Reappearance hypothesis
Neisser’s term for the now rejected idea that the same memory can reappear, unchanged, again and again.
Trace theory
Memory traces were assumed to be permanent and complete copies of past events and remembering was thought to be like experiencing the past; like a video recording that can preserved indefinitely and replayed over and over.
Flashbulb memories
Vivid, detailed memories of significant events, like 9/11 or the Kennedy assassination. Studies have shown that flashbulb memories are no more accurate than ordinary memories, and are susceptible to the same common errors, although people’s confidence in these flashbulb memories are much higher.
Now Print! theory
The theory that especially significant experiences are immediately “photocopied”, preserved in long-term memory, and resistant to change.
Model of flashbulb memories
The stimulus event is first tested for suprisingness. If it’s completely ordinary, no attention will be paid to it and it will be forgotten. If it is extraordinary and surprising, then it is tested for consequentiality. If it is important enough as well to us then a flashbulb memory will be formed. Then it is rehearsed as we think about it and develop verbal accounts about the event. Finally we tell and retell the accounts to other people and that is how we form flashbulb memories.
Consolidation theory
The classic theory that memory traces of an event are not fully formed immediately after that event, but take some time to consolidate. The hippocampus plays a big role in this. Trying to learn new things right after original learning can draw on limited resources otherwise used to consolidate the original learning and the original learning suffers. This explains how we can form false memories or incorporate things we have been told into our memories even though they didn’t happen.
Retroactive interference
A decline in recall of one event as a result of a later event interfering with its consolidation in our memory.
Reconsolidation
The hypothetical process whereby a memory trace is revised and reconsolidated. When we remember a memory, the memory trace is available to be revised and then the revised trace is reconsolidated. This can be an indefinite cycle.
Method of repeated reproduction
One participant is given multiple opportunities to recall a story over time. (Bartlett)
Method of serial reproduction
One participant, A, writes down what he or she can recall of a previously read story. A’s version is given to a second participant, B, who reads it and then tries to reproduce it.
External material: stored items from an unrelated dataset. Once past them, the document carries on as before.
@dataclass
class WellPrediction:
    """Prediction for one well; ``table`` is indexed by depth (working unit, top-down)."""

    well: Well
    table: pd.DataFrame
    surfaces: list[Any]
    model_used: str
    out_of_range_fraction: float
    rule_violations_raw: int
    rule_violations: int
    info: dict[str, Any] = field(default_factory=dict)


def _lgbm_params(config: Config) -> dict[str, Any]:
    """LithofaciesClassifier parameters from the checked settings (seed = project.seed)."""
    return {**dataclasses.asdict(config.settings.lithofacies), "random_state": config.seed}


def _carried_features(well: Well, X: pd.DataFrame, wells: list[Well], settings: FeatureSettings,
                      reference: dict) -> list[str]:
    """Feature columns ``well`` counts as carrying: those with data in ``X``, plus those its
    unusable curves (logged, but all null or constant) would give. The latter are named by
    building features once on a copy whose unusable curves are filled, for naming only, with
    another training well's values of that curve (repeated to length); nothing of it is
    trained on."""
    have = [str(c) for c in X.columns[X.notna().any().to_numpy()]]
    bad = [r for r in (well.intake.get("unusable_curves") or {}) if r not in well.curves]
    stand_in = well.curves.copy()
    for role in bad:
        donor = next((w.curves[role].to_numpy(dtype=float) for w in wells
                      if w is not well and role in w.curves and w.curves[role].notna().any()),
                     None)
        if donor is not None:
            stand_in[role] = np.resize(donor, len(stand_in))
    if stand_in.shape[1] == well.curves.shape[1]:
        return have
    try:
        named = build_features(stand_in, well.step, settings, reference)
    except InputError:
        return have
    extra = [str(c) for c in named.columns[named.notna().any().to_numpy()] if c not in have]
    return have + extra
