def test_reference_matrices_load_with_published_sizes():
    """Every file in ../shared/reference-matrices loads with n and nnz of computed_stats.csv.

    PROVENANCE.md: ``n`` is the order, ``stored_entries`` the entries in the
    file (one triangle, explicit zeros included), ``nnz_full_incl_explicit_zeros``
    and ``nnz_full_nonzero`` the entries of the full symmetric matrix with and
    without stored zeros (cross-checked there with ssstats.csv columns nnz and
    nentries). The reader drops stored zeros, so K.nnz must equal
    nnz_full_nonzero and the note must give the difference.
    """
    rows = computed_stats()
    assert len(rows) == 49
    failures = []
    for row in rows:
        path = reference_matrix_path(row["file"])
        K, notes = read_matrix(path)
        n, stored = int(row["n"]), int(row["stored_entries"])
        zeros = int(row["nnz_full_incl_explicit_zeros"]) - int(row["nnz_full_nonzero"])
        if K.shape != (n, n) or K.nnz != int(row["nnz_full_nonzero"]):
            failures.append(f"{row['file']}: shape {K.shape}, nnz {K.nnz}")
        if f"({stored} stored entries)" not in notes[0]:
            failures.append(f"{row['file']}: first note {notes[0]!r} lacks {stored} stored entries")
        zero_notes = [s for s in notes if "explicitly stored zero" in s]
        if zeros and not (zero_notes and zero_notes[0].startswith(f"{zeros} ")):
            failures.append(f"{row['file']}: {zeros} stored zeros not noted: {notes}")
        if not zeros and zero_notes:
            failures.append(f"{row['file']}: spurious zero note {zero_notes}")
        if K.dtype != np.float64 or not K.has_sorted_indices:
            failures.append(f"{row['file']}: dtype {K.dtype}, sorted {K.has_sorted_indices}")
    assert not failures, "\n".join(failures)


@pytest.mark.parametrize("name", ["bcsstk01", "nos1", "bcsstm13", "s1rmq4m1"])
def test_reference_matrix_values_equal_scipy_mmread(name):
    """Values equal scipy.io.mmread's own symmetric expansion (zeros dropped).

    nos1 is an ``integer`` file, bcsstm13 stores zero diagonal entries,
    s1rmq4m1 is gzip-compressed with stored zeros (PROVENANCE.md, notes).
    """
    path = reference_matrix_path(name)
    K, _ = read_matrix(path)
    ref = sp.csr_array(scipy.io.mmread(path), dtype=np.float64)
    ref.eliminate_zeros()
    assert K.shape == ref.shape
    assert (K != ref).nnz == 0
    assert K.nnz == ref.nnz


def test_reference_matrix_file_not_modified():
    """Reading never writes to the user's file (common practice)."""
    path = reference_matrix_path("bcsstk16")
    before = sha256(path)
    read_matrix(path)
    assert sha256(path) == before


# --------------------------------------------------------------------------- #
# Round trips through scipy's writers
# --------------------------------------------------------------------------- #


def test_round_trip_mmwrite_symmetric(tmp_path):
    """scipy.io.mmwrite writes a symmetric matrix as 'symmetric' (lower triangle); read it back."""
    K0 = second_difference(7)
    p = tmp_path / "chain.mtx"
    scipy.io.mmwrite(p, K0, symmetry="symmetric")
    assert scipy.io.mminfo(p)[5] == "symmetric"
    K, notes = read_matrix(p)
    assert (K != K0).nnz == 0
    assert notes == ["read a 7 x 7 Matrix Market coordinate real symmetric matrix (13 stored entries)"]


def test_round_trip_general_one_triangle_is_mirrored(tmp_path):
    """A 'general' file holding only the lower triangle is mirrored, and the note says so."""
    K0 = second_difference(5)
    p = tmp_path / "lower.mtx"
    scipy.io.mmwrite(p, sp.tril(K0), symmetry="general")
    K, notes = read_matrix(p)
    assert (K != K0).nnz == 0
    assert any("not labelled symmetric but stores only the lower triangle (4 off-diagonal entries); "
               "mirrored" in s for s in notes)
    scipy.io.mmwrite(tmp_path / "upper.mtx", sp.triu(K0), symmetry="general")
    K, notes = read_matrix(tmp_path / "upper.mtx")
    assert (K != K0).nnz == 0
    assert any("upper triangle" in s for s in notes)


def test_general_full_storage_not_mirrored(tmp_path):
    """A general file with both triangles is taken as stored, asymmetry included (not refused)."""
    A = np.array([[4.0, 1.0], [2.0, 5.0]])
    p = tmp_path / "asym.mtx"
    scipy.io.mmwrite(p, sp.coo_array(A), symmetry="general")
    K, notes = read_matrix(p)
    np.testing.assert_array_equal(K.toarray(), A)
    assert not any("mirrored" in s for s in notes)


def test_round_trip_array_format(tmp_path):
    """Dense 'array' format, general and symmetric, as scipy.io.mmwrite writes it."""
    K0 = second_difference(4).toarray()
    for symmetry in ("general", "symmetric"):
        p = tmp_path / f"dense_{symmetry}.mtx"
        scipy.io.mmwrite(p, K0, symmetry=symmetry)
        assert scipy.io.mminfo(p)[3:6:2] == ("array", symmetry)
        K, notes = read_matrix(p)
        np.testing.assert_array_equal(K.toarray(), K0)
        assert K.nnz == 10  # the zeros of the dense array are not structural entries
        assert f"array real {symmetry}" in notes[0]


def test_round_trip_integer_field(tmp_path):
    """An 'integer' field file is read as float64 with a note."""
    K0 = sp.coo_array(np.array([[3, -1], [-1, 3]], dtype=np.int64))
    p = tmp_path / "int.mtx"
    scipy.io.mmwrite(p, K0, field="integer", symmetry="symmetric")
    K, notes = read_matrix(p)
    assert K.dtype == np.float64
    np.testing.assert_array_equal(K.toarray(), [[3.0, -1.0], [-1.0, 3.0]])
    assert "integer values converted to float64" in notes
B’s version in turn is given to C, and so on. (Bartlett)
Rationalization
The attempt to make memory as coherent and sensible as possible.
Schema (Bartlett)
An active mass of organized past reactions that provides a setting that guides our behaviour. Schema theories have four main processes: selection, abstraction, interpretation, and integration.
Selection
The hypothesis that we select information both as we receive it and as we recall it.
Abstraction
The hypothesis that we tend to remember only the gist, not the specifics, of what we experience.
Interpretation
The hypothesis that we interpret information by making inferences, and then remember the inferences as part of the original information.
Integration
The hypothesis that we abstract the meaning of an event and then put that meaning together with the rest of our knowledge to form a coherent, consistent whole.
Reconstruction
A fifth process in schema theories whereby the act of recall blends general knowledge and individual experiences in order to “imaginatively reconstruct” the past.
Effort after meaning
The phenomenon in which we remember things much better when we try to understand them, or to find the meaning behind them. Connected to levels of processing.
Misinformation effect
The hypothesis that misleading post-event information can become integrated with the original memory of the event. Elizabeth Loftus is key to this, and she showed that is quite possible to plant an entirely false memory into the mind and it’s effects in the real world, especially with eyewitness testimony and wrongful accusations and convictions.
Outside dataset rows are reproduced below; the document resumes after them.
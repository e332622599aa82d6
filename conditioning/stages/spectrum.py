"""Extreme eigenvalues of the scaled stiffness and the near-singular split.

    S = D^-1/2 K D^-1/2 (rows with stiffness)  =>  smallest eigenpairs, lambda_max(S), the split

One stage, three ways to obtain the eigenpairs, chosen by what is available:

* small S (at most :data:`DENSE_LIMIT` rows with a factorization,
  :data:`conditioning.stages.spectrum_iterative.ITERATIVE_DENSE_LIMIT` without): all
  eigenvalues by LAPACK;
* a factorization of S - sigma*I (any :class:`conditioning.engine.base.Factorization`):
  shift-and-invert Lanczos (ARPACK through scipy.sparse.linalg.eigsh) at the
  factorization's shift, zero for a nonsingular S, a small negative number
  otherwise (never exactly zero on a singular matrix); when the factorization
  has its engine's own eigensolver (:class:`conditioning.engine.base.OwnEigensolver`,
  e.g. SLEPc on the PETSc engine), that one, on the same factor and shift;
* no factorization (it would not fit in memory): preconditioned LOBPCG
  (:mod:`conditioning.stages.spectrum_iterative`).

All three return the one internal type :class:`Eigenpairs`; the pipeline
turns it into the public :class:`conditioning.results.SpectrumResult`
(:func:`spectrum_result`).

The split between near-singular modes and the rest is a spectral gap, and the
count below it is cross-checked by Sylvester's law of inertia: the number of
negative pivots of S - c*I equals the number of eigenvalues below c.
"""

from __future__ import annotations

import logging
import math
from dataclasses import dataclass, replace
from typing import Optional

import numpy as np
import scipy.sparse as sp
import scipy.linalg as la
import scipy.sparse.linalg as spla
from numpy.typing import NDArray

from conditioning.engine.base import Factorization, OwnEigensolver
from conditioning.engine.scaling import ScaledStiffness, scale_stiffness
from conditioning.model import Model
from conditioning.results import NearSingularMode, SpectrumResult
from conditioning.stages import spectrum_iterative
from conditioning.stages.mode_groups import group_modes

from conditioning.linalg.floating_point import EPS
from conditioning.linalg.negative_eigenvalues import search_negative_eigenvalues

logger = logging.getLogger(__name__)

#: Eigenvalues of S at most this fraction of lambda_max(S) are candidates for
#: near-singular modes: such a mode alone costs at least 8 of the ~16 digits.
MODE_THRESHOLD = 1e-8
#: A split needs at least this ratio between the last mode and the next eigenvalue.
MIN_GAP = 1e3
#: Below this many active rows the spectrum of S (and, in the condition stage,
#: that of K) is computed densely (LAPACK syevd): every eigenvalue, with no
#: Lanczos convergence to doubt, for 11.5 MB of dense matrix at 1200 rows (the
#: project's choice).
DENSE_LIMIT = 1200

GAP_RULE = (
    "near-singular = eigenvalues of S up to the largest ratio gap (>= 1e3) among "
    "eigenvalues <= 1e-8 lambda_max(S), with eigenvalues below n*eps*lambda_max(S) "
    "treated as zero; without such a gap, only eigenvalues <= n eps lambda_max(S) (the usual numerical-rank "
    "tolerance)"
)


@dataclass(frozen=True)
class Eigenpairs:
    """Smallest eigenpairs of S on the active rows and their split (the spectrum stage's one type).

    Attributes
    ----------
    values : (k,) float64, ascending
        Smallest eigenvalues of S (dimensionless).
    vectors : (n_active, k) float64, orthonormal columns
        Eigenvectors of S on the rows with stiffness (v; the displacement
        shape is D^-1/2 v).
    lambda_max : float
        Largest eigenvalue of S (dimensionless).
    count : int
        Number of near-singular eigenvalues (below the split), from
        ``values[first]`` on, not counting true negative eigenvalues.
    first : int
        Index in ``values`` of the first near-singular eigenvalue (after the
        true negative ones).
    gap : float or None
        Ratio across the split; None without near-singular eigenvalues.
    zero_level : float
        n_active*eps*lambda_max(S): eigenvalues below it in magnitude are
        zero at working precision.
    split_point : float or None
        c, the geometric mean of the eigenvalues on either side of the gap;
        None without a split inside the computed values.
    below_split : int or None
        Eigenvalues of S below c from the computed eigenvalues and the
        factorization's inertia: what the inertia check at c is compared
        with. None without a split or without a factorization.
    negative : int
        Eigenvalues of S (hence of K, by Sylvester) below -zero_level; a
        lower bound when ``negative_exact`` is False.
    negative_method : str
        How ``negative`` was counted, in words.
    negative_exact : bool
        True when ``negative`` is a count (all eigenvalues, or the
        factorization's inertia); False when only the eigenvalues the solver
        found were counted.
    method : str
        How the eigenpairs were obtained, in words.
    converged : bool
        False when the iterative eigensolver stopped above its tolerance
        (the smallest eigenvalue is then an upper bound).
    """

    values: NDArray[np.float64]
    vectors: NDArray[np.float64]
    lambda_max: float
    count: int
    first: int
    gap: Optional[float]
    zero_level: float
    split_point: Optional[float]
    below_split: Optional[int]
    negative: int
    method: str
    converged: bool = True
    negative_method: str = ""
    negative_exact: bool = True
Source monitoring framework
The theory that some errors of memory are caused by mistaken identification of the memory’s source. False memories can be formed as we fail to recognize the source of certain information, whether we actually saw it happen or if it was imagined or told to us.
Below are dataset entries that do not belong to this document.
def _node_mode(ctx: _Context, structure: StructureResult, u: NDArray, keep_vector: bool) -> NearSingularMode:
    """A DOF without stiffness at one node along ``u`` (nonzero on that node's
    rows): its axis when it moves only rotations or only translations."""
    model = ctx.model
    rows = np.flatnonzero(u)
    dof = model.dofs.dof[rows].astype(np.intp)
    axis, description = None, ""
    if np.all(dof >= 3) or np.all(dof < 3):
        vec = np.zeros(3)
        vec[dof % 3] = u[rows]
        axis = _signed_axis(vec)
        types = ROTATIONS if dof[0] >= 3 else TRANSLATIONS
        motion = _axis_shares(axis, types)
        what = "rotation about" if dof[0] >= 3 else "translation along"
        description = f"{what} the axis {_axis_text(axis)}"
    else:
        w = u[rows] ** 2 * ctx.d[rows]
        motion = {DOF_NAMES[t]: float(x / w.sum()) for t, x in zip(dof, w) if x > MOTION_SHARE_MIN * w.sum()}
        description = "a combination of the node's translations and rotations"
    lam = _rayleigh_scaled(model.K, u, ctx.d)
    return NearSingularMode(lam, lam / ctx.lambda_max, "dof-without-stiffness", motion, model.nodes_of(rows),
                            int(structure.part_of_row[rows[0]]) + 1, float("nan"), [],
                            u / np.max(np.abs(u)) if keep_vector else None, exact=ctx.exact(lam), undecided=ctx.not_decided(lam),
                            axis=axis, description=description)


def _null_space_by_part(parts: NDArray[np.intp], sq: NDArray, Wg: NDArray):
    """Step (3): yield (part, its rows, orthonormal basis of its null space in
    K's DOFs). The basis is split in the scaled coordinates v = D^1/2 u, where
    the null spaces of separate parts are exactly orthogonal: a part's share
    of the basis has singular values near 1."""
    Vg = la.qr(sq[:, None] * Wg, mode="economic")[0] if Wg.shape[1] else Wg
    for p in np.unique(parts[np.sum(Vg**2, axis=1) > PART_WEIGHT_MIN]):
        rows = np.flatnonzero(parts == p)
        Uv, sv, _ = la.svd(Vg[rows], full_matrices=False)
        Bv = Uv[:, sv > PART_SHARE_MIN]
        if Bv.shape[1]:
            yield p, rows, orthonormal_basis(Bv / sq[rows, None], BASIS_RTOL)
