//! Where a fit's rows come from: normalized arrays, or the loaded log
//! itself, normalized row by row as a minibatch is gathered, so no
//! normalized copy of a large log is held beside it (the values are the
//! same: one function normalizes a row either way).

use ndarray::ArrayView2;

use crate::data::dataset::Dataset;
use crate::learn::hnn::Normalization;

/// Where an evaluation's rows come from.
pub(crate) trait RowSource: Sync {
    /// Number of rows.
    fn rows(&self) -> usize;
    /// Columns of (inputs, targets).
    fn widths(&self) -> (usize, usize);
    /// Write row `i`'s inputs into `z` and targets into `t`.
    fn copy_row(&self, i: usize, z: &mut [f32], t: &mut [f32]);
}

/// Rows of normalized arrays (inputs, targets).
pub(crate) struct ArraySource<'d> {
    /// Inputs, one row per sample.
    pub z: ArrayView2<'d, f32>,
    /// Targets, one row per sample.
    pub t: ArrayView2<'d, f32>,
}

impl RowSource for ArraySource<'_> {
    fn rows(&self) -> usize {
        self.z.nrows()
    }

    fn widths(&self) -> (usize, usize) {
        (self.z.ncols(), self.t.ncols())
    }

    fn copy_row(&self, i: usize, z: &mut [f32], t: &mut [f32]) {
        z.iter_mut().zip(self.z.row(i)).for_each(|(a, b)| *a = *b);
        t.iter_mut().zip(self.t.row(i)).for_each(|(a, b)| *a = *b);
    }
}

/// The rows of a loaded log, normalized by `norm` as they are read; row
/// `i` counts through the trajectories in order.
pub(crate) struct LogRows<'d> {
    norm: &'d Normalization,
    data: &'d Dataset,
    /// First row of each trajectory, and the total at the end.
    starts: Vec<usize>,
}

impl<'d> LogRows<'d> {
    /// The rows of `data` normalized by `norm`.
    pub(crate) fn new(norm: &'d Normalization, data: &'d Dataset) -> Self {
        let mut starts = Vec::with_capacity(data.trajectories.len() + 1);
        let mut total = 0;
        starts.push(0);
        for t in &data.trajectories {
            total += t.x.nrows();
            starts.push(total);
        }
        Self { norm, data, starts }
    }
}

impl RowSource for LogRows<'_> {
    fn rows(&self) -> usize {
        self.starts[self.starts.len() - 1]
    }

    fn widths(&self) -> (usize, usize) {
        (2 * self.data.dof, 2 * self.data.dof)
    }

    fn copy_row(&self, i: usize, z: &mut [f32], t: &mut [f32]) {
        // The trajectory holding row i: the last start not above i.
        let k = self.starts.partition_point(|s| *s <= i) - 1;
        let tr = &self.data.trajectories[k];
        let r = i - self.starts[k];
        self.norm.normalize_row(tr.x.row(r), tr.dx.row(r), z, t);
    }
}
Principle of encoding specificity
The way an item is retrieved from memory depends on the way it was stored in memory. Participants recalled target words better with weaker cues if they were shown the target words before with the weaker cues. They were given stronger cues and asked to free-associate words with them, but came up with far less target words. Even though the stronger cues were stronger, because the weaker cues were encoded with the target words, they elicited more accurate responses.
Mood-dependent recall
The hypothesis that mood congruence between learning and recall sessions should facilitate recall.
Mood congruence
The idea that mood might cause selective learning of affective material. When sad, we remember sad material better than happy material in a story.